Material supplied:

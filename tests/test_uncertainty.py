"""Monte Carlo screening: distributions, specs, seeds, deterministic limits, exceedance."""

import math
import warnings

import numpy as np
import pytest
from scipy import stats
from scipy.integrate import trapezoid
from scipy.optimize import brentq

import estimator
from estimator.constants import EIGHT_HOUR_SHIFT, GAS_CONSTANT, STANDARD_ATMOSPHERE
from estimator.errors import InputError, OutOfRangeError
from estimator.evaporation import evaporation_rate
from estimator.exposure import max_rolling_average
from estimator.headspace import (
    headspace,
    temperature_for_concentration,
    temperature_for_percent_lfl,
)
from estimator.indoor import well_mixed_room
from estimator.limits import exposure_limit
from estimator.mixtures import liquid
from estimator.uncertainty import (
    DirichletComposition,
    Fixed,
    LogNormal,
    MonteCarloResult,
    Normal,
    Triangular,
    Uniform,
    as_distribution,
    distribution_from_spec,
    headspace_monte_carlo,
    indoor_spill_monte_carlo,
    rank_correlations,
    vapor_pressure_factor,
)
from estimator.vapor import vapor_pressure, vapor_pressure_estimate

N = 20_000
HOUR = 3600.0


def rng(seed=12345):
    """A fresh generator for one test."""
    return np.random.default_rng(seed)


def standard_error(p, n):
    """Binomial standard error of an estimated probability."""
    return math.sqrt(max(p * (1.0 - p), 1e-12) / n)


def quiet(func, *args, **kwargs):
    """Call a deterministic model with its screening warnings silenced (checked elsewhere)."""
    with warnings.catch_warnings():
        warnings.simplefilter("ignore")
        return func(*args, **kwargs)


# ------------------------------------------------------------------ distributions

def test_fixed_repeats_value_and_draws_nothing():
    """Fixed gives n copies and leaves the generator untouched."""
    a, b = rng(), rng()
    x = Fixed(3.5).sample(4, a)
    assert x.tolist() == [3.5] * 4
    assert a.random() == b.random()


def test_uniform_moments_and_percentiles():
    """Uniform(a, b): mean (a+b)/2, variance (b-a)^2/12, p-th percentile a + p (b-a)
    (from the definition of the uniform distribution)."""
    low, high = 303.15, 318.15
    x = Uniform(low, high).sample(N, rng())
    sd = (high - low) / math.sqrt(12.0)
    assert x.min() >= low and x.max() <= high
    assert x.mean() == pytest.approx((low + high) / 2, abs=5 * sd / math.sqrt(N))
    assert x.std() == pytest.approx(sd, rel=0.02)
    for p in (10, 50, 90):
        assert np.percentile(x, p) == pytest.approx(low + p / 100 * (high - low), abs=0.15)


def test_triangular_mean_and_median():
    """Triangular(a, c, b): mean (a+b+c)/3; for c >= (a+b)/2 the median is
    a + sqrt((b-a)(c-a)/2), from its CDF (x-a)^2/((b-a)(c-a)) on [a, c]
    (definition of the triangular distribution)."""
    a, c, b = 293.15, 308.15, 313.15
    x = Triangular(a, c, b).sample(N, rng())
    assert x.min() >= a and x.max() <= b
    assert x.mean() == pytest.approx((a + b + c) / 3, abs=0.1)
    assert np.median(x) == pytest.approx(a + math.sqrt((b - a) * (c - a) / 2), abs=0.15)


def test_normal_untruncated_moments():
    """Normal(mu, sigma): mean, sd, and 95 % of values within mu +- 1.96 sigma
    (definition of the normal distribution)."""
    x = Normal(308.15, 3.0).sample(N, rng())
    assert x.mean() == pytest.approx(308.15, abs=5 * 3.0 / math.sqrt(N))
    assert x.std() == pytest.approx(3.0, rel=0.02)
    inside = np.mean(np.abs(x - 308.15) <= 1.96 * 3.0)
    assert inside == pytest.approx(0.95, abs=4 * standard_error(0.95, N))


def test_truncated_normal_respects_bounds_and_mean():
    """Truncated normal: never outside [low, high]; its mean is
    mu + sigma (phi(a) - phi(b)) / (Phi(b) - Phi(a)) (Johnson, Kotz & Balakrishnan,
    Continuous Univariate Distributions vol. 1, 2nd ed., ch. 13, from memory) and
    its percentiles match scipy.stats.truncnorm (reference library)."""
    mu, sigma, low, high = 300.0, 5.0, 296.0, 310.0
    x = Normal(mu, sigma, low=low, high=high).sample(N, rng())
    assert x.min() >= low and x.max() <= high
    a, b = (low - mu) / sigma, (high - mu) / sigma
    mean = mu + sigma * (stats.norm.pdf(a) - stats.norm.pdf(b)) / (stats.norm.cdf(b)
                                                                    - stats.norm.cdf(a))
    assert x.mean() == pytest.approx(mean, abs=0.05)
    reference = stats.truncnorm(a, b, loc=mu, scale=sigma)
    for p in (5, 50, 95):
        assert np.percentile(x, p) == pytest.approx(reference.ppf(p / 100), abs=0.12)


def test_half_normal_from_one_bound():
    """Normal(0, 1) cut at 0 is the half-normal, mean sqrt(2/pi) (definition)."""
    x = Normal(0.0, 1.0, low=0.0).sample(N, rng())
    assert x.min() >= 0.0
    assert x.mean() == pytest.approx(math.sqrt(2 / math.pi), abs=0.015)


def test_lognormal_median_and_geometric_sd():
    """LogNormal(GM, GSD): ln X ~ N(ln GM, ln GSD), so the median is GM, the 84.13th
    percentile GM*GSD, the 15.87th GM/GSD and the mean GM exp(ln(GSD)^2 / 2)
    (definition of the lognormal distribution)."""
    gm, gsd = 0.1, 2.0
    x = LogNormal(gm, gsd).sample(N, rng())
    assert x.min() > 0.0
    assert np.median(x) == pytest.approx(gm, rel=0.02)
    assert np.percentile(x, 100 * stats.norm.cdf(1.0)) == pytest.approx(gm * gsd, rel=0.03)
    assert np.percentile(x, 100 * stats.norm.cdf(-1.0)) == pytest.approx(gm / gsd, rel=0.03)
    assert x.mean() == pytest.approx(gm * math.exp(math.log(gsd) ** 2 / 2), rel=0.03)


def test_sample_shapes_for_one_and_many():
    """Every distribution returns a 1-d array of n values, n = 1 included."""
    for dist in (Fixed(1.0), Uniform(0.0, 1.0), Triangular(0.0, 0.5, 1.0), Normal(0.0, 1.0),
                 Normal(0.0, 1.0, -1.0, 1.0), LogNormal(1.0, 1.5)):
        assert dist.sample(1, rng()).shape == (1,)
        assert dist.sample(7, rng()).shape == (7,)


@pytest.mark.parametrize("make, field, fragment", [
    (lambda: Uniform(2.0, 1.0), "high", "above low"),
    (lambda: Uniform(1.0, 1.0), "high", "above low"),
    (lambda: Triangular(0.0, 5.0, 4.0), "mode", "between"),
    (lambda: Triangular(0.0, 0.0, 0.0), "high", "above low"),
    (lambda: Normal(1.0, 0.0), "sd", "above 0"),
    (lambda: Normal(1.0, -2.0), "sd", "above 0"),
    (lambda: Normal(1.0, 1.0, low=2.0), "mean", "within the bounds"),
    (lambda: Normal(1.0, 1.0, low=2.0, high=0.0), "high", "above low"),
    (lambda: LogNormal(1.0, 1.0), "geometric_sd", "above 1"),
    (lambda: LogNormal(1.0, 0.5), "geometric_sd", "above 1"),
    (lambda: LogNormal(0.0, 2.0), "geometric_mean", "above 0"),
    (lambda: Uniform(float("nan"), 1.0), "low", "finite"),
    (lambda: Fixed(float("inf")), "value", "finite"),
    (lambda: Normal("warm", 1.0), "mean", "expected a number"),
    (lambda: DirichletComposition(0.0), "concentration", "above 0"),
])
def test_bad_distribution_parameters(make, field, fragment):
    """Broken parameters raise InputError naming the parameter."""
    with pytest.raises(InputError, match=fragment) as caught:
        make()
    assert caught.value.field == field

Exercise instructions: Restate every line of the data word for word.

Answer to the problem:
filename tests/test_uncertainty.py
"""Monte Carlo screening: distributions, specs, seeds, deterministic limits, exceedance."""

import math
import warnings

import numpy as np
import pytest
from scipy import stats
from scipy.integrate import trapezoid
from scipy.optimize import brentq

import estimator
from estimator.constants import EIGHT_HOUR_SHIFT, GAS_CONSTANT, STANDARD_ATMOSPHERE
from estimator.errors import InputError, OutOfRangeError
from estimator.evaporation import evaporation_rate
from estimator.exposure import max_rolling_average
from estimator.headspace import (
    headspace,
    temperature_for_concentration,
    temperature_for_percent_lfl,
)
from estimator.indoor import well_mixed_room
from estimator.limits import exposure_limit
from estimator.mixtures import liquid
from estimator.uncertainty import (
    DirichletComposition,
    Fixed,
    LogNormal,
    MonteCarloResult,
    Normal,
    Triangular,
    Uniform,
    as_distribution,
    distribution_from_spec,
    headspace_monte_carlo,
    indoor_spill_monte_carlo,
    rank_correlations,
    vapor_pressure_factor,
)
from estimator.vapor import vapor_pressure, vapor_pressure_estimate

N = 20_000
HOUR = 3600.0


def rng(seed=12345):
    """A fresh generator for one test."""
    return np.random.default_rng(seed)


def standard_error(p, n):
    """Binomial standard error of an estimated probability."""
    return math.sqrt(max(p * (1.0 - p), 1e-12) / n)


def quiet(func, *args, **kwargs):
    """Call a deterministic model with its screening warnings silenced (checked elsewhere)."""
    with warnings.catch_warnings():
        warnings.simplefilter("ignore")
        return func(*args, **kwargs)


# ------------------------------------------------------------------ distributions

def test_fixed_repeats_value_and_draws_nothing():
    """Fixed gives n copies and leaves the generator untouched."""
    a, b = rng(), rng()
    x = Fixed(3.5).sample(4, a)
    assert x.tolist() == [3.5] * 4
    assert a.random() == b.random()


def test_uniform_moments_and_percentiles():
    """Uniform(a, b): mean (a+b)/2, variance (b-a)^2/12, p-th percentile a + p (b-a)
    (from the definition of the uniform distribution)."""
    low, high = 303.15, 318.15
    x = Uniform(low, high).sample(N, rng())
    sd = (high - low) / math.sqrt(12.0)
    assert x.min() >= low and x.max() <= high
    assert x.mean() == pytest.approx((low + high) / 2, abs=5 * sd / math.sqrt(N))
    assert x.std() == pytest.approx(sd, rel=0.02)
    for p in (10, 50, 90):
        assert np.percentile(x, p) == pytest.approx(low + p / 100 * (high - low), abs=0.15)


def test_triangular_mean_and_median():
    """Triangular(a, c, b): mean (a+b+c)/3; for c >= (a+b)/2 the median is
    a + sqrt((b-a)(c-a)/2), from its CDF (x-a)^2/((b-a)(c-a)) on [a, c]
    (definition of the triangular distribution)."""
    a, c, b = 293.15, 308.15, 313.15
    x = Triangular(a, c, b).sample(N, rng())
    assert x.min() >= a and x.max() <= b
    assert x.mean() == pytest.approx((a + b + c) / 3, abs=0.1)
    assert np.median(x) == pytest.approx(a + math.sqrt((b - a) * (c - a) / 2), abs=0.15)


def test_normal_untruncated_moments():
    """Normal(mu, sigma): mean, sd, and 95 % of values within mu +- 1.96 sigma
    (definition of the normal distribution)."""
    x = Normal(308.15, 3.0).sample(N, rng())
    assert x.mean() == pytest.approx(308.15, abs=5 * 3.0 / math.sqrt(N))
    assert x.std() == pytest.approx(3.0, rel=0.02)
    inside = np.mean(np.abs(x - 308.15) <= 1.96 * 3.0)
    assert inside == pytest.approx(0.95, abs=4 * standard_error(0.95, N))


def test_truncated_normal_respects_bounds_and_mean():
    """Truncated normal: never outside [low, high]; its mean is
    mu + sigma (phi(a) - phi(b)) / (Phi(b) - Phi(a)) (Johnson, Kotz & Balakrishnan,
    Continuous Univariate Distributions vol. 1, 2nd ed., ch. 13, from memory) and
    its percentiles match scipy.stats.truncnorm (reference library)."""
    mu, sigma, low, high = 300.0, 5.0, 296.0, 310.0
    x = Normal(mu, sigma, low=low, high=high).sample(N, rng())
    assert x.min() >= low and x.max() <= high
    a, b = (low - mu) / sigma, (high - mu) / sigma
    mean = mu + sigma * (stats.norm.pdf(a) - stats.norm.pdf(b)) / (stats.norm.cdf(b)
                                                                    - stats.norm.cdf(a))
    assert x.mean() == pytest.approx(mean, abs=0.05)
    reference = stats.truncnorm(a, b, loc=mu, scale=sigma)
    for p in (5, 50, 95):
        assert np.percentile(x, p) == pytest.approx(reference.ppf(p / 100), abs=0.12)


def test_half_normal_from_one_bound():
    """Normal(0, 1) cut at 0 is the half-normal, mean sqrt(2/pi) (definition)."""
    x = Normal(0.0, 1.0, low=0.0).sample(N, rng())
    assert x.min() >= 0.0
    assert x.mean() == pytest.approx(math.sqrt(2 / math.pi), abs=0.015)


def test_lognormal_median_and_geometric_sd():
    """LogNormal(GM, GSD): ln X ~ N(ln GM, ln GSD), so the median is GM, the 84.13th
    percentile GM*GSD, the 15.87th GM/GSD and the mean GM exp(ln(GSD)^2 / 2)
    (definition of the lognormal distribution)."""
    gm, gsd = 0.1, 2.0
    x = LogNormal(gm, gsd).sample(N, rng())
    assert x.min() > 0.0
    assert np.median(x) == pytest.approx(gm, rel=0.02)
    assert np.percentile(x, 100 * stats.norm.cdf(1.0)) == pytest.approx(gm * gsd, rel=0.03)
    assert np.percentile(x, 100 * stats.norm.cdf(-1.0)) == pytest.approx(gm / gsd, rel=0.03)
    assert x.mean() == pytest.approx(gm * math.exp(math.log(gsd) ** 2 / 2), rel=0.03)


def test_sample_shapes_for_one_and_many():
    """Every distribution returns a 1-d array of n values, n = 1 included."""
    for dist in (Fixed(1.0), Uniform(0.0, 1.0), Triangular(0.0, 0.5, 1.0), Normal(0.0, 1.0),
                 Normal(0.0, 1.0, -1.0, 1.0), LogNormal(1.0, 1.5)):
        assert dist.sample(1, rng()).shape == (1,)
        assert dist.sample(7, rng()).shape == (7,)


@pytest.mark.parametrize("make, field, fragment", [
    (lambda: Uniform(2.0, 1.0), "high", "above low"),
    (lambda: Uniform(1.0, 1.0), "high", "above low"),
    (lambda: Triangular(0.0, 5.0, 4.0), "mode", "between"),
    (lambda: Triangular(0.0, 0.0, 0.0), "high", "above low"),
    (lambda: Normal(1.0, 0.0), "sd", "above 0"),
    (lambda: Normal(1.0, -2.0), "sd", "above 0"),
    (lambda: Normal(1.0, 1.0, low=2.0), "mean", "within the bounds"),
    (lambda: Normal(1.0, 1.0, low=2.0, high=0.0), "high", "above low"),
    (lambda: LogNormal(1.0, 1.0), "geometric_sd", "above 1"),
    (lambda: LogNormal(1.0, 0.5), "geometric_sd", "above 1"),
    (lambda: LogNormal(0.0, 2.0), "geometric_mean", "above 0"),
    (lambda: Uniform(float("nan"), 1.0), "low", "finite"),
    (lambda: Fixed(float("inf")), "value", "finite"),
    (lambda: Normal("warm", 1.0), "mean", "expected a number"),
    (lambda: DirichletComposition(0.0), "concentration", "above 0"),
])
def test_bad_distribution_parameters(make, field, fragment):
    """Broken parameters raise InputError naming the parameter."""
    with pytest.raises(InputError, match=fragment) as caught:
        make()
    assert caught.value.field == field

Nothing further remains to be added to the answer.